Dataset entries:
==================================================
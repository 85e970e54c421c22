"""Solve one member inside a worker process and send back only a compact, JSON-ready record (headline figures,
yearly emissions, capacity by technology and year, carbon price path, times) -- never a model object.

Every member goes through the project's one solve path (:func:`pathcast.solve.solve_lp` on the member's own array LP,
then :func:`pathcast.pipeline.check_optimal`), warm-started from the base scenario's optimal basis when the member's
LP has the base's dimensions: dual simplex then starts from that basis (``Highs.setBasis``). Every member starts from
the same base basis in a fresh ``Highs`` instance, so its result does not depend on which worker solved it or in what
order.
"""

from __future__ import annotations

import copy
import time
from dataclasses import dataclass, field, replace
from typing import Any

import numpy as np

from ..errors import PathcastError, ScenarioError
from ..model.build import build_linear_program
from ..pipeline import check_optimal, solver_options_from
from ..results.extract import extract_tables, headline_figures
from ..scenario.inputs import prepare_inputs
from ..scenario.loader import load_scenario_mapping
from ..scenario.plausibility import check_inputs
from ..solve import solve_lp
from .members import Override, apply_overrides
from .validity import member_error

__all__ = [
    "SharedContext",
    "MemberTask",
    "solve_member",
    "solve_base",
    "compact_result",
    "MEMBER_THREADS",
]

MEMBER_THREADS = 1  # HiGHS threads per member: the ensemble runs members in parallel, one per worker process


@dataclass(frozen=True)
class SharedContext:
    """What every member needs, sent to each worker once (dask scatter): the base scenario and its optimal basis."""

    base_raw: dict
    base_path: str
    base_hash: str
    provenance: dict
    files: tuple
    warm_start: bool
    basis: tuple[np.ndarray, np.ndarray] | None = None  # HiGHS column and row statuses of the base's optimum
    ensemble_file: str = ""  # for the sentence of a member that fails validation
    input_paths: dict[str, str] = field(default_factory=dict)  # input label -> dotted field path


@dataclass(frozen=True)
class MemberTask:
    hash: str
    samples: dict[str, Any]
    overrides: tuple[Override, ...]


def _in_dask_worker() -> bool:
    try:
        from distributed import get_worker

        get_worker()
    except (ImportError, ValueError):
        return False
    return True


def _solve(context: SharedContext, task: MemberTask, *, warm_start: bool, keep_basis: bool = False) -> dict:
    times: dict[str, float] = {}
    record: dict[str, Any] = {"hash": task.hash, "samples": task.samples}
    clock = time.perf_counter()
    started = clock

    def lap(name: str) -> None:
        nonlocal clock
        now = time.perf_counter()
        times[name] = round(now - clock, 6)
        clock = now

    try:
        raw = apply_overrides(copy.deepcopy(context.base_raw), task.overrides)
        try:  # the member's scenario, validated as a scenario file would be, and its inputs finite and plausible
            loaded = load_scenario_mapping(
                raw, context.base_path, provenance=context.provenance, files=context.files
            )
            lap("validate_s")
            inputs = prepare_inputs(loaded.scenario)
            check_inputs(inputs, loaded)
            lap("inputs_s")
        except ScenarioError as error:
            if not task.samples or not context.ensemble_file:
                raise
            raise member_error(context.ensemble_file, context.input_paths, task.samples, error) from None
        model = build_linear_program(inputs)
        lap("build_lp_s")
        options = solver_options_from(inputs)
        if options.threads is None and _in_dask_worker():
            # one HiGHS thread per worker process; not in a serial run, where HiGHS's thread pool may already run
            # with more threads from an earlier solve in the same process
            options = replace(options, threads=MEMBER_THREADS)
        basis = context.basis if warm_start else None
        solution = solve_lp(model.lp, options, basis=basis, keep_basis=keep_basis)
        times["handoff_s"] = round(solution.handoff_s, 6)
        times["solve_s"] = round(solution.solve_s, 6)
        clock = time.perf_counter()
        record["solver"] = {
            "status": solution.status,
            "warm_start": solution.warm_start,
            "method": solution.method,
            "iterations": solution.iterations,
        }
        check_optimal(model, solution, f"scenario {inputs.name!r}")
        tables = extract_tables(model, solution)
        summary = headline_figures(model, solution, tables)
        record.update(compact_result(tables, summary))
        record["status"] = "solved"
        if keep_basis and solution.basis is not None:
            record["_basis"] = solution.basis
        lap("extract_s")
    except Exception as error:  # a failed member is recorded with its reason; the others go on
        record["status"] = "failed"
        record["error"] = {
            "type": type(error).__name__,
            "message": str(error),
            "deterministic": isinstance(error, PathcastError),
        }
    times["member_s"] = round(time.perf_counter() - started, 6)
    record["times"] = times
    return record


def solve_member(task: MemberTask, context: SharedContext) -> dict:
    """Build and solve one member (warm-started from the base when the context carries its basis)."""
    return _solve(context, task, warm_start=context.warm_start)


def solve_base(context: SharedContext) -> tuple[dict, tuple[np.ndarray, np.ndarray] | None]:
    """Solve the base scenario from scratch; return its record and its optimal basis (None if it failed)."""
    record = _solve(context, MemberTask(context.base_hash, {}, ()), warm_start=False, keep_basis=True)
    return record, record.pop("_basis", None)


def _number(value: Any) -> Any:
    if value is None:
        return None
    if isinstance(value, bool | np.bool_):
        return bool(value)
    if isinstance(value, int | np.integer):
        return int(value)
    if isinstance(value, float | np.floating):
        return float(value)
    if isinstance(value, dict):
        return {str(k): _number(v) for k, v in value.items()}
    return value


def compact_result(tables: dict, summary: dict) -> dict:
    """The small part of a run the ensemble keeps: headline figures, yearly emissions and carbon price, capacity."""
    et = tables["emissions_total"]
    cp = tables["carbon_price"].set_index("year").reindex(et["year"])
    cap = tables["capacity"]
    years = [int(y) for y in et["year"]]
    technologies = {}
    for name, frame in cap.groupby("technology", sort=False):
        frame = frame.set_index("year").reindex(years)
        technologies[str(name)] = {
            "kind": str(frame["kind"].iloc[0]),
            "capacity_mw": [round(float(v), 6) for v in frame["capacity_mw"]],
        }
    return {
        "headline": {k: _number(v) for k, v in summary.items()},
        "yearly": {
            "year": years,
            "emissions_mtco2": [float(v) for v in et["emissions_mtco2"]],
            "cumulative_mtco2": [float(v) for v in et["cumulative_mtco2"]],
            "cumulative_in_budget_period_mtco2": [float(v) for v in et["cumulative_in_budget_period_mtco2"]],
            "budget_mtco2": [float(v) for v in et["budget_mtco2"]],
            "carbon_price_per_tco2": [float(v) for v in cp["carbon_price_per_tco2"]],
        },
        "capacity": technologies,
    }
==================================================
__Exercise description__:
Transcribe the data above completely and exactly.

__Response area__:
repository 85e970e54c421c22
"""Solve one member inside a worker process and send back only a compact, JSON-ready record (headline figures,
yearly emissions, capacity by technology and year, carbon price path, times) -- never a model object.

Every member goes through the project's one solve path (:func:`pathcast.solve.solve_lp` on the member's own array LP,
then :func:`pathcast.pipeline.check_optimal`), warm-started from the base scenario's optimal basis when the member's
LP has the base's dimensions: dual simplex then starts from that basis (``Highs.setBasis``). Every member starts from
the same base basis in a fresh ``Highs`` instance, so its result does not depend on which worker solved it or in what
order.
"""

from __future__ import annotations

import copy
import time
from dataclasses import dataclass, field, replace
from typing import Any

import numpy as np

from ..errors import PathcastError, ScenarioError
from ..model.build import build_linear_program
from ..pipeline import check_optimal, solver_options_from
from ..results.extract import extract_tables, headline_figures
from ..scenario.inputs import prepare_inputs
from ..scenario.loader import load_scenario_mapping
from ..scenario.plausibility import check_inputs
from ..solve import solve_lp
from .members import Override, apply_overrides
from .validity import member_error

__all__ = [
    "SharedContext",
    "MemberTask",
    "solve_member",
    "solve_base",
    "compact_result",
    "MEMBER_THREADS",
]

MEMBER_THREADS = 1  # HiGHS threads per member: the ensemble runs members in parallel, one per worker process


@dataclass(frozen=True)
class SharedContext:
    """What every member needs, sent to each worker once (dask scatter): the base scenario and its optimal basis."""

    base_raw: dict
    base_path: str
    base_hash: str
    provenance: dict
    files: tuple
    warm_start: bool
    basis: tuple[np.ndarray, np.ndarray] | None = None  # HiGHS column and row statuses of the base's optimum
    ensemble_file: str = ""  # for the sentence of a member that fails validation
    input_paths: dict[str, str] = field(default_factory=dict)  # input label -> dotted field path


@dataclass(frozen=True)
class MemberTask:
    hash: str
    samples: dict[str, Any]
    overrides: tuple[Override, ...]


def _in_dask_worker() -> bool:
    try:
        from distributed import get_worker

        get_worker()
    except (ImportError, ValueError):
        return False
    return True


def _solve(context: SharedContext, task: MemberTask, *, warm_start: bool, keep_basis: bool = False) -> dict:
    times: dict[str, float] = {}
    record: dict[str, Any] = {"hash": task.hash, "samples": task.samples}
    clock = time.perf_counter()
    started = clock

    def lap(name: str) -> None:
        nonlocal clock
        now = time.perf_counter()
        times[name] = round(now - clock, 6)
        clock = now

    try:
        raw = apply_overrides(copy.deepcopy(context.base_raw), task.overrides)
        try:  # the member's scenario, validated as a scenario file would be, and its inputs finite and plausible
            loaded = load_scenario_mapping(
                raw, context.base_path, provenance=context.provenance, files=context.files
            )
            lap("validate_s")
            inputs = prepare_inputs(loaded.scenario)
            check_inputs(inputs, loaded)
            lap("inputs_s")
        except ScenarioError as error:
            if not task.samples or not context.ensemble_file:
                raise
            raise member_error(context.ensemble_file, context.input_paths, task.samples, error) from None
        model = build_linear_program(inputs)
        lap("build_lp_s")
        options = solver_options_from(inputs)
        if options.threads is None and _in_dask_worker():
            # one HiGHS thread per worker process; not in a serial run, where HiGHS's thread pool may already run
            # with more threads from an earlier solve in the same process
            options = replace(options, threads=MEMBER_THREADS)
        basis = context.basis if warm_start else None
        solution = solve_lp(model.lp, options, basis=basis, keep_basis=keep_basis)
        times["handoff_s"] = round(solution.handoff_s, 6)
        times["solve_s"] = round(solution.solve_s, 6)
        clock = time.perf_counter()
        record["solver"] = {
            "status": solution.status,
            "warm_start": solution.warm_start,
            "method": solution.method,
            "iterations": solution.iterations,
        }
        check_optimal(model, solution, f"scenario {inputs.name!r}")
        tables = extract_tables(model, solution)
        summary = headline_figures(model, solution, tables)
        record.update(compact_result(tables, summary))
        record["status"] = "solved"
        if keep_basis and solution.basis is not None:
            record["_basis"] = solution.basis
        lap("extract_s")
    except Exception as error:  # a failed member is recorded with its reason; the others go on
        record["status"] = "failed"
        record["error"] = {
            "type": type(error).__name__,
            "message": str(error),
            "deterministic": isinstance(error, PathcastError),
        }
    times["member_s"] = round(time.perf_counter() - started, 6)
    record["times"] = times
    return record


def solve_member(task: MemberTask, context: SharedContext) -> dict:
    """Build and solve one member (warm-started from the base when the context carries its basis)."""
    return _solve(context, task, warm_start=context.warm_start)


def solve_base(context: SharedContext) -> tuple[dict, tuple[np.ndarray, np.ndarray] | None]:
    """Solve the base scenario from scratch; return its record and its optimal basis (None if it failed)."""
    record = _solve(context, MemberTask(context.base_hash, {}, ()), warm_start=False, keep_basis=True)
    return record, record.pop("_basis", None)


def _number(value: Any) -> Any:
    if value is None:
        return None
    if isinstance(value, bool | np.bool_):
        return bool(value)
    if isinstance(value, int | np.integer):
        return int(value)
    if isinstance(value, float | np.floating):
        return float(value)
    if isinstance(value, dict):
        return {str(k): _number(v) for k, v in value.items()}
    return value


def compact_result(tables: dict, summary: dict) -> dict:
    """The small part of a run the ensemble keeps: headline figures, yearly emissions and carbon price, capacity."""
    et = tables["emissions_total"]
    cp = tables["carbon_price"].set_index("year").reindex(et["year"])
    cap = tables["capacity"]
    years = [int(y) for y in et["year"]]
    technologies = {}
    for name, frame in cap.groupby("technology", sort=False):
        frame = frame.set_index("year").reindex(years)
        technologies[str(name)] = {
            "kind": str(frame["kind"].iloc[0]),
            "capacity_mw": [round(float(v), 6) for v in frame["capacity_mw"]],
        }
    return {
        "headline": {k: _number(v) for k, v in summary.items()},
        "yearly": {
            "year": years,
            "emissions_mtco2": [float(v) for v in et["emissions_mtco2"]],
            "cumulative_mtco2": [float(v) for v in et["cumulative_mtco2"]],
            "cumulative_in_budget_period_mtco2": [float(v) for v in et["cumulative_in_budget_period_mtco2"]],
            "budget_mtco2": [float(v) for v in et["budget_mtco2"]],
            "carbon_price_per_tco2": [float(v) for v in cp["carbon_price_per_tco2"]],
        },
        "capacity": technologies,
    }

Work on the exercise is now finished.